# Tinychat doesn't like ubuntu



## CannonFodder (Jul 23, 2010)

I can't seem to get it to work, need help.  I have my mic on and it's unmuted.
I tried changing my flash player settings but for some reason they reset everytime I close firefox.


----------



## Fenrari (Jul 23, 2010)

Can you run us through what's going on?


----------



## CannonFodder (Jul 23, 2010)

Fenrari said:


> Can you run us through what's going on?
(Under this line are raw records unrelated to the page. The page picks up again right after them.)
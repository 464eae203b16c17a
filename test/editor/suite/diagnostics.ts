import * as vscode from 'vscode';
import { equal, finding, findingsOf, ok, open, replace, revert, ruleOf, until, uriOf } from './harness';

export function defineDiagnosticsTests(): void {
  describe('findings', () => {
    it('name the failing stub on its line, with a link to the rule', async () => {
      const { document } = await open('lanes/camera-sled.channel.yaml');
      const stub = await until('the stub', () => finding(document.uri, 'stub-resonance'));
      ok(
        document.lineAt(stub.range.start.line).text.includes('dive') || stub.message.includes('dive'),
        'the via is named',
      );
      ok(
        typeof stub.code === 'object' && String(stub.code.target).includes('stub-resonance'),
        'the code links to the rule’s paragraph',
      );
    });

    it('are none for a good channel', async () => {
      const { document } = await open('lanes/ejector.channel.yaml');
      await until(
        'a lens, so that the file was analysed',
        async () =>
          (await vscode.commands.executeCommand<vscode.CodeLens[]>('vscode.executeCodeLensProvider', document.uri, 1))
            .length > 0,
      );
      equal(findingsOf(document.uri).map(ruleOf), [], 'findings of the good lane');
    });

    it('follow the text while one types, and go with the fault', async () => {
      const editor = await open('lanes/ejector.channel.yaml');
      await replace(editor, 'length: 64 mm', 'lenght: 64 mm');
      const misspelt = await until('the misspelling', () =>
        findingsOf(editor.document.uri).find(({ message }) => message.includes('did you mean `length`')),
      );
      equal(editor.document.getText(misspelt.range).includes('lenght'), true, 'range of the misspelling');
      await replace(editor, 'lenght: 64 mm', 'length: 64 mm');
      await until('no finding', () => findingsOf(editor.document.uri).length === 0);
      await revert();
    });

    it('are renewed in every channel that uses a parts file, unsaved too', async () => {
      const channel = await open('lanes/ejector.channel.yaml');
      const parts = await open('boards/controller.parts.yaml');
      await replace(parts, '  fast:\n', '  quick:\n');
      await until('the unknown stackup', () =>
        findingsOf(channel.document.uri).find(({ message }) => message.includes('ctrl.fast')),
      );
      await revert();
      await until('no finding', () => findingsOf(channel.document.uri).length === 0);
    });

    it('come once: pulled, not pushed as well', async () => {
      await open('lanes/camera-sled.channel.yaml');
      const uri = uriOf('lanes/camera-sled.channel.yaml');
      await until('the stub', () => finding(uri, 'stub-resonance'));
      equal(
        findingsOf(uri).filter((diagnostic) => ruleOf(diagnostic) === 'stub-resonance').length,
        1,
        'findings of the stub',
      );
    });
  });
}
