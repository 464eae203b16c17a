// The build of mocha for browsers sets globals and takes its tests from them; it runs in the worker too.
import 'mocha/mocha';
import { defineSuite } from './all';
import { report } from './report';

declare const mocha: {
  setup(options: object): void;
  run(done: (failures: number) => void): Parameters<typeof report>[0];
};

/** Called by the worker's extension host; rejects if a test failed. */
export function run(): Promise<void> {
  mocha.setup({ ui: 'bdd', timeout: 30_000, reporter: class {} });
  defineSuite();
  return new Promise((resolve, reject) =>
    report(mocha.run((failures) => (failures ? reject(new Error(`${failures} failed`)) : resolve()))),
  );
}
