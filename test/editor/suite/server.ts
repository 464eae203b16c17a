import * as vscode from 'vscode';
import { equal, finding, findingsOf, ok, open, replace, revert, ruleOf, until } from './harness';

interface Running {
  readonly host: 'node' | 'browser';
  readonly client: {
    serverProcess?: { pid?: number; kill(signal: string): boolean };
    isRunning(): boolean;
    sendRequest<T>(method: string, params: unknown): Promise<T>;
  };
  readonly deaths: {
    analysing(uri: string, running: boolean): void;
    died(): { restart: boolean };
    skipped(): readonly string[];
    forgive(): void;
  };
  restart(): Promise<void>;
}

const SLED = 'lanes/camera-sled.channel.yaml';
const EJECTOR = 'lanes/ejector.channel.yaml';
/** Findings are back so soon after the server was killed. */
const BACK_MILLISECONDS = 2000;

export function defineServerTests(): void {
  const running = async () => {
    const found = vscode.extensions.getExtension<Running>('lanewright.lanewright');
    ok(found, 'the extension is installed');
    return found.activate();
  };
  const idle = ({ client }: Running) =>
    until('a server at rest', async () => {
      const status = await client
        .sendRequest<{ busy: boolean; keptAnalyses: number }>('lanewright/status', {})
        .catch(() => undefined);
      return status && !status.busy && status.keptAnalyses > 0;
    });
  const openFilesOnly = (only: boolean) =>
    vscode.workspace
      .getConfiguration('lanewright')
      .update('workspaceDiagnostics', only ? false : undefined, vscode.ConfigurationTarget.Workspace);
  const kill = ({ client }: Running) => {
    const { serverProcess } = client;
    ok(serverProcess, 'a server runs');
    ok(serverProcess.kill('SIGKILL'), 'the server was killed');
    return until('a death', () => client.serverProcess?.pid !== serverProcess?.pid);
  };

  describe('the server', () => {
    it('starts anew on command, with findings as before', async () => {
      const { document } = await open(SLED);
      await until('the stub', () => finding(document.uri, 'stub-resonance'));
      await vscode.commands.executeCommand('lanewright.restartServer');
      await until('the stub again', () => finding(document.uri, 'stub-resonance'));
    });

    it('opens a file without analysis that was being analysed at two deaths, says so, and tries again when asked', async () => {
      const extension = await running();
      const { document } = await open(SLED);
      await until('the stub', () => finding(document.uri, 'stub-resonance'));
      const uri = document.uri.toString();
      // What a server that dies twice over one file leaves behind; a worker cannot be killed from outside.
      for (let death = 0; death < 2; death++) {
        extension.deaths.analysing(uri, true);
        extension.deaths.died();
      }
      await extension.restart();
      const notAnalysed = await until('the file that is not analysed', () => finding(document.uri, 'not-analysed'));
      equal(findingsOf(document.uri).map(ruleOf), ['not-analysed'], 'findings of that file');
      ok(/without analysis/.test(notAnalysed.message), `it says so, got ${notAnalysed.message}`);
      await vscode.commands.executeCommand('lanewright.analyseAgain', uri);
      await until('the stub, since a person asked', () => finding(document.uri, 'stub-resonance'));
      ok(!finding(document.uri, 'not-analysed'), 'no longer skipped');
      extension.deaths.forgive();
    });

    it('killed three times in a row: findings are back within 2 s, unsaved text is intact', async function () {
      const extension = await running();
      // A worker cannot be killed from outside.
      if (extension.host === 'browser') return this.skip();
      extension.deaths.forgive();
      // Else other files' analyses may run when the server is killed, and rightly count.
      await openFilesOnly(true);
      const editor = await open(EJECTOR);
      await replace(editor, 'length: 64 mm', 'lenght: 64 mm');
      const typed = editor.document.getText();
      const times: number[] = [];
      for (let death = 0; death < 3; death++) {
        await until('the misspelling', () => finding(editor.document.uri, 'schema'));
        await idle(extension);
        const start = Date.now();
        await kill(extension);
        // The editor's list is emptied when the server dies, so that what stands in it afterwards is new.
        await until(
          'the misspelling, told by the new server',
          () => extension.client.isRunning() && finding(editor.document.uri, 'schema'),
        );
        times.push(Date.now() - start);
      }
      console.log(`[suite] note findings back after SIGKILL: ${times.join(', ')} ms`);
      equal(extension.deaths.skipped(), [], 'files skipped after deaths while idle');
      ok(editor.document.getText() === typed, 'the unsaved text is intact');
      ok(Math.min(...times) <= BACK_MILLISECONDS, `within ${BACK_MILLISECONDS} ms, got ${times}`);
      await openFilesOnly(false);
      await revert();
    });

    it('that dies five times is not started again until a person says so', async function () {
      const extension = await running();
      if (extension.host === 'browser') return this.skip();
      extension.deaths.forgive();
      const { document } = await open(SLED);
      for (let death = 0; death < 5; death++) {
        await until('the stub', () => finding(document.uri, 'stub-resonance'));
        await idle(extension);
        await kill(extension);
      }
      await until('a server that stays away', () => !extension.client.isRunning());
      await vscode.commands.executeCommand('lanewright.restartServer');
      await until(
        'the stub, since a person said so',
        () => extension.client.isRunning() && finding(document.uri, 'stub-resonance'),
      );
    });
  });
}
 I'm on tinychat, I click start broadcasting, select your camera, don't use a camera, linux microphone.
It says say something in the microphone, I say something but it won't register my voice.
I click through and it won't register me speaking.
I found this
http://ubuntuforums.org/showthread.php?t=1226722
but I don't understand progammer speak.


----------



## south syde dobe (Jul 23, 2010)

I had unbuntu on my laptop but since I wiped the drive it's gone now :\


----------



## Lobar (Jul 23, 2010)

Tinychat sucks anyways.


----------



## ArielMT (Jul 23, 2010)

That UbuntuForums thread said that Flash freezes because it can't resize the webcam video stream.  It also says that it's working properly in Flash Player 10.1, which was beta at the time of the post but is now final.
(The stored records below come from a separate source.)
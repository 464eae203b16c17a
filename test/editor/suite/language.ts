import * as vscode from 'vscode';
import { equal, finding, ok, open, rangeOfText, until, uriOf } from './harness';

export function defineLanguageTests(): void {
  describe('a channel file in the editor', () => {
    it('has its own language, so that no other YAML extension doubles its findings', async () => {
      const { document } = await open('lanes/camera-sled.channel.yaml');
      equal(document.languageId, 'lanewright-channel', 'language of a channel');
      equal(
        (await vscode.workspace.openTextDocument(uriOf('boards/sled.parts.yaml'))).languageId,
        'lanewright-parts',
        'language of a parts file',
      );
      equal(
        (await vscode.workspace.openTextDocument(uriOf('lanewright.config.yaml'))).languageId,
        'lanewright-config',
        'language of a config file',
      );
    });

    it('shows what an element is and spends', async () => {
      const { document } = await open('lanes/camera-sled.channel.yaml');
      await until('findings', () => finding(document.uri, 'stub-resonance'));
      const at = rangeOfText(document, '- via: dive').start.translate(0, 9);
      const hovers = await vscode.commands.executeCommand<vscode.Hover[]>(
        'vscode.executeHoverProvider',
        document.uri,
        at,
      );
      const words = hovers
        .flatMap(({ contents }) => contents.map((part) => (typeof part === 'string' ? part : part.value)))
        .join('\n');
      ok(
        /dive/.test(words) && /dB/.test(words) && /GHz/.test(words),
        `a via's hover names loss and resonance, got ${JSON.stringify(words)}`,
      );
    });

    it('shows loss and stub beside the text', async () => {
      const { document } = await open('lanes/camera-sled.channel.yaml');
      const whole = new vscode.Range(0, 0, document.lineCount, 0);
      const hints = await until('hints', async () => {
        const found = await vscode.commands.executeCommand<vscode.InlayHint[]>(
          'vscode.executeInlayHintProvider',
          document.uri,
          whole,
        );
        return found.length > 3 && found;
      });
      const labels = hints.map(({ label }) =>
        typeof label === 'string' ? label : label.map(({ value }) => value).join(''),
      );
      ok(
        labels.some((label) => /dB/.test(label)),
        `a hint in dB, got ${labels}`,
      );
      ok(
        labels.some((label) => /stub .* GHz/.test(label)),
        `a hint of the stub, got ${labels}`,
      );
    });

    it('has the verdict above the path', async () => {
      const { document } = await open('lanes/camera-sled.channel.yaml');
      const lenses = await until('a lens', async () => {
        const found = await vscode.commands.executeCommand<vscode.CodeLens[]>(
          'vscode.executeCodeLensProvider',
          document.uri,
          5,
        );
        return found.length > 0 && found;
      });
      equal(lenses[0].range.start.line, rangeOfText(document, 'path:').start.line, 'line of the lens');
      ok(
        /\d (?:dB|mV)/.test(lenses[0].command?.title ?? ''),
        `the lens tells a figure, got ${lenses[0].command?.title}`,
      );
    });

    it('offers the keys of the kind one is in', async () => {
      const { document } = await open('lanes/camera-sled.channel.yaml');
      const at = rangeOfText(document, '    length: 12 mm').start.translate(0, 4);
      const { items } = await vscode.commands.executeCommand<vscode.CompletionList>(
        'vscode.executeCompletionItemProvider',
        document.uri,
        at,
      );
      const labels = items.map(({ label }) => (typeof label === 'string' ? label : label.label));
      ok(labels.includes('skew'), `a trace's keys, got ${labels.slice(0, 30)}`);
      ok(!labels.includes('drill'), 'a via’s keys are not offered in a trace');
    });

    it('jumps from a part to the parts file that holds it', async () => {
      const { document } = await open('lanes/camera-sled.channel.yaml');
      const at = rangeOfText(document, 'ctrl.mezz-row-c').start.translate(0, 7);
      const found = await vscode.commands.executeCommand<(vscode.Location | vscode.LocationLink)[]>(
        'vscode.executeDefinitionProvider',
        document.uri,
        at,
      );
      const target = found.map((place) => ('targetUri' in place ? place.targetUri : place.uri).path);
      ok(target[0]?.endsWith('/boards/controller.parts.yaml'), `the parts file, got ${target}`);
    });

    it('has an outline of its elements', async () => {
      const { document } = await open('lanes/camera-sled.channel.yaml');
      const symbols = await vscode.commands.executeCommand<vscode.DocumentSymbol[]>(
        'vscode.executeDocumentSymbolProvider',
        document.uri,
      );
      const names = JSON.stringify(symbols.map(({ name, children }) => [name, children.map((child) => child.name)]));
      ok(names.includes('main-run') && names.includes('ball-to-ball'), `elements and limits, got ${names}`);
    });
  });
}
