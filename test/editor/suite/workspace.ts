import * as vscode from 'vscode';
import { equal, finding, findingsOf, ok, open, replace, revert, ruleOf, until, uriOf } from './harness';

const EJECTOR = 'lanes/ejector.channel.yaml';
const SLED = 'lanes/camera-sled.channel.yaml';
const textOf = async (path: string) => new TextDecoder().decode(await vscode.workspace.fs.readFile(uriOf(path)));
const write = (path: string, text: string) =>
  vscode.workspace.fs.writeFile(uriOf(path), new TextEncoder().encode(text));
const closeEditors = () => vscode.commands.executeCommand('workbench.action.closeAllEditors');
const lenses = (uri: vscode.Uri) =>
  vscode.commands.executeCommand<vscode.CodeLens[]>('vscode.executeCodeLensProvider', uri, 5);
const hintLabels = async (document: vscode.TextDocument) => {
  const whole = new vscode.Range(0, 0, document.lineCount, 0);
  const hints = await vscode.commands.executeCommand<vscode.InlayHint[]>(
    'vscode.executeInlayHintProvider',
    document.uri,
    whole,
  );
  return hints.map(({ label }) => (typeof label === 'string' ? label : label.map(({ value }) => value).join('')));
};

export function defineWorkspaceTests(): void {
  describe('the workspace', () => {
    it('has findings of files that no editor shows', async () => {
      await open(EJECTOR);
      await until('findings of the backplane', () => findingsOf(uriOf('lanes/backplane.channel.yaml')).length > 0);
    });

    it('a file closed and opened at once goes on to be followed (client fault 1821)', async () => {
      for (let i = 0; i < 3; i++) {
        await open(EJECTOR);
        await closeEditors();
      }
      const editor = await open(EJECTOR);
      await replace(editor, 'length: 64 mm', 'lenght: 64 mm');
      await until('the misspelling', () => finding(editor.document.uri, 'schema'));
      await replace(editor, 'lenght: 64 mm', 'length: 64 mm');
      await until('no finding', () => findingsOf(editor.document.uri).length === 0);
    });

    it('a file made, changed and deleted outside an editor is followed (client fault 1647)', async () => {
      await open(EJECTOR);
      const path = 'lanes/made.channel.yaml';
      await write(path, (await textOf(SLED)).replace('max: 18 dB', 'max: 2 dB'));
      await until('the loss', () => finding(uriOf(path), 'insertion-loss'));
      await write(path, await textOf(EJECTOR));
      await until('no finding of the good text', () => findingsOf(uriOf(path)).length === 0);
      await write(path, await textOf(SLED));
      await until('the stub', () => finding(uriOf(path), 'stub-resonance'));
      await vscode.workspace.fs.delete(uriOf(path));
      await until('nothing of a file that is gone', () => findingsOf(uriOf(path)).length === 0);
    });

    it('a parts file that is renamed keeps its name in every channel', async () => {
      const { document } = await open(SLED);
      await until('the stub', () => finding(document.uri, 'stub-resonance'));
      const rename = async (from: string, to: string) => {
        const edit = new vscode.WorkspaceEdit();
        edit.renameFile(uriOf(from), uriOf(to));
        ok(await vscode.workspace.applyEdit(edit), `${from} was renamed`);
      };
      await rename('boards/sled.parts.yaml', 'boards/carriage.parts.yaml');
      await until('the new path', () => document.getText().includes('sled: ../boards/carriage.parts.yaml'));
      await vscode.workspace.saveAll(false);
      await until('the stub, its parts read from the renamed file', () => finding(document.uri, 'stub-resonance'));
      equal(
        findingsOf(document.uri)
          .map(ruleOf)
          .filter((rule) => rule !== 'stub-resonance' && rule !== 'eye'),
        [],
        'other findings',
      );
      await rename('boards/carriage.parts.yaml', 'boards/sled.parts.yaml');
      await until('the old path', () => document.getText().includes('sled: ../boards/sled.parts.yaml'));
      await vscode.workspace.saveAll(false);
    });

    it('follows its settings without a reload', async () => {
      const { document } = await open(SLED);
      await until('a lens', async () => (await lenses(document.uri)).length > 0);
      const settings = () => vscode.workspace.getConfiguration('lanewright', document.uri);
      const set = (name: string, value: unknown) =>
        settings().update(name, value, vscode.ConfigurationTarget.Workspace);
      await set('lens', false);
      await until('no lens', async () => (await lenses(document.uri)).length === 0);
      await set('lens', undefined);
      await until('the lens again', async () => (await lenses(document.uri)).length > 0);
      await set('hints.stub', false);
      await until('hints without stubs', async () => {
        const labels = await hintLabels(document);
        return labels.some((label) => label.includes('dB')) && !labels.some((label) => label.includes('stub'));
      });
      await set('hints.stub', undefined);
      await until('stubs again', async () => (await hintLabels(document)).some((label) => label.includes('stub')));
      await revert();
    });
  });
}
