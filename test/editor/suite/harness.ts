import * as vscode from 'vscode';

export function ok(condition: unknown, message: string): asserts condition {
  if (!condition) throw new Error(message);
}
export function equal<T>(got: T, wanted: T, what: string): void {
  if (JSON.stringify(got) !== JSON.stringify(wanted))
    throw new Error(`${what}: wanted ${JSON.stringify(wanted)}, got ${JSON.stringify(got)}`);
}

/** Asks until the answer is there; the ceiling is a limit, not a wait. */
export async function until<T>(
  what: string,
  ask: () => T | undefined | false | Promise<T | undefined | false>,
  ceilingMilliseconds = 15_000,
): Promise<T> {
  const end = Date.now() + ceilingMilliseconds;
  for (;;) {
    const answer = await ask();
    if (answer) return answer;
    if (Date.now() > end) throw new Error(`${what}: not within ${ceilingMilliseconds / 1000} s`);
    await new Promise((resolve) => setTimeout(resolve, 25));
  }
}

const folder = () => {
  const open = vscode.workspace.workspaceFolders?.[0];
  ok(open, 'a folder is open');
  return open.uri;
};
export const uriOf = (path: string) => vscode.Uri.joinPath(folder(), ...path.split('/'));

/** Opens a file of the copied examples in an editor. */
export async function open(path: string): Promise<vscode.TextEditor> {
  return vscode.window.showTextDocument(await vscode.workspace.openTextDocument(uriOf(path)), { preview: false });
}

/** Our findings of a file. */
export const findingsOf = (uri: vscode.Uri) =>
  vscode.languages.getDiagnostics(uri).filter(({ source }) => source === 'lanewright');
export const ruleOf = ({ code }: vscode.Diagnostic) => String(typeof code === 'object' ? code.value : code);
export const finding = (uri: vscode.Uri, rule: string) =>
  findingsOf(uri).find((diagnostic) => ruleOf(diagnostic) === rule);

/** Where a text stands in a document. */
export function rangeOfText(document: vscode.TextDocument, text: string): vscode.Range {
  const start = document.getText().indexOf(text);
  ok(start >= 0, `the document holds ${JSON.stringify(text)}, got ${JSON.stringify(document.getText())}`);
  return new vscode.Range(document.positionAt(start), document.positionAt(start + text.length));
}

export async function replace(editor: vscode.TextEditor, from: string, to: string): Promise<void> {
  const range = rangeOfText(editor.document, from);
  ok(await editor.edit((edit) => edit.replace(range, to)), 'the edit was taken');
}

/** Throws away what was typed into the files that are open: each gets the text that stands on disk. */
export async function revert(): Promise<void> {
  for (const document of vscode.workspace.textDocuments.filter(({ isDirty, isUntitled }) => isDirty && !isUntitled)) {
    const onDisk = new TextDecoder().decode(await vscode.workspace.fs.readFile(document.uri));
    const edit = new vscode.WorkspaceEdit();
    edit.replace(document.uri, new vscode.Range(0, 0, document.lineCount, 0), onDisk);
    ok(await vscode.workspace.applyEdit(edit), 'the text of the disk was taken');
    await document.save();
  }
}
http://www.adobe.com/software/flash/about/ will tell you what version of Flash you have installed.  Let us know whether it's 10.1.xx.xx or not.


----------



## CannonFodder (Jul 23, 2010)

I have version 10.1 though.


----------



## Riv (Jul 23, 2010)

Did you try what this guy wrote?



			
				Too_Lazy_To_Fix_it_Right said:
			
		

> In Ubuntu Hardy you were used to be asked to grant permission to the website you were visiting to take control on your webcam (through some flash popup with the settings). It seems that recent versions of Adobe flash player (the updated ones for Intrepid and Jaunty since June 2009, at least, and probably before also) have a bug which doesn't ask the user to grant access to a site when visiting it. Like ustream.tv for streaming using your webcam, as example.
> 
> The workaround is to grant access to that website by default without attempting to ask you each time.
> * You need to go to: http://www.macromedia.com/support/do...manager06.html
> ...


----------



## CannonFodder (Jul 23, 2010)

Riv said:


> Did you try what this guy wrote?


 I did that.


----------



## CannonFodder (Jul 23, 2010)

I got the video to work, I have a built in mircrophon btw.


----------



## Nollix (Jul 24, 2010)

Why are you using Ubuntu if you don't understand "programmer speak"?
Barely anything in Linux works flawlessly out of the box. If you want things to just work without having to mess around with a command line, use Windows or OSX.


----------



## CannonFodder (Jul 24, 2010)

Nollix said:


> use Windows


 Fuck that shit!


----------



## Riv (Jul 24, 2010)

https://bugs.launchpad.net/ubuntu/+source/linux/+bug/301140

I'm not exactly the Linux authority here, but I would recommend following the directions laid out on the bottom of this page. Anybody care to second this reckless-ish suggestion?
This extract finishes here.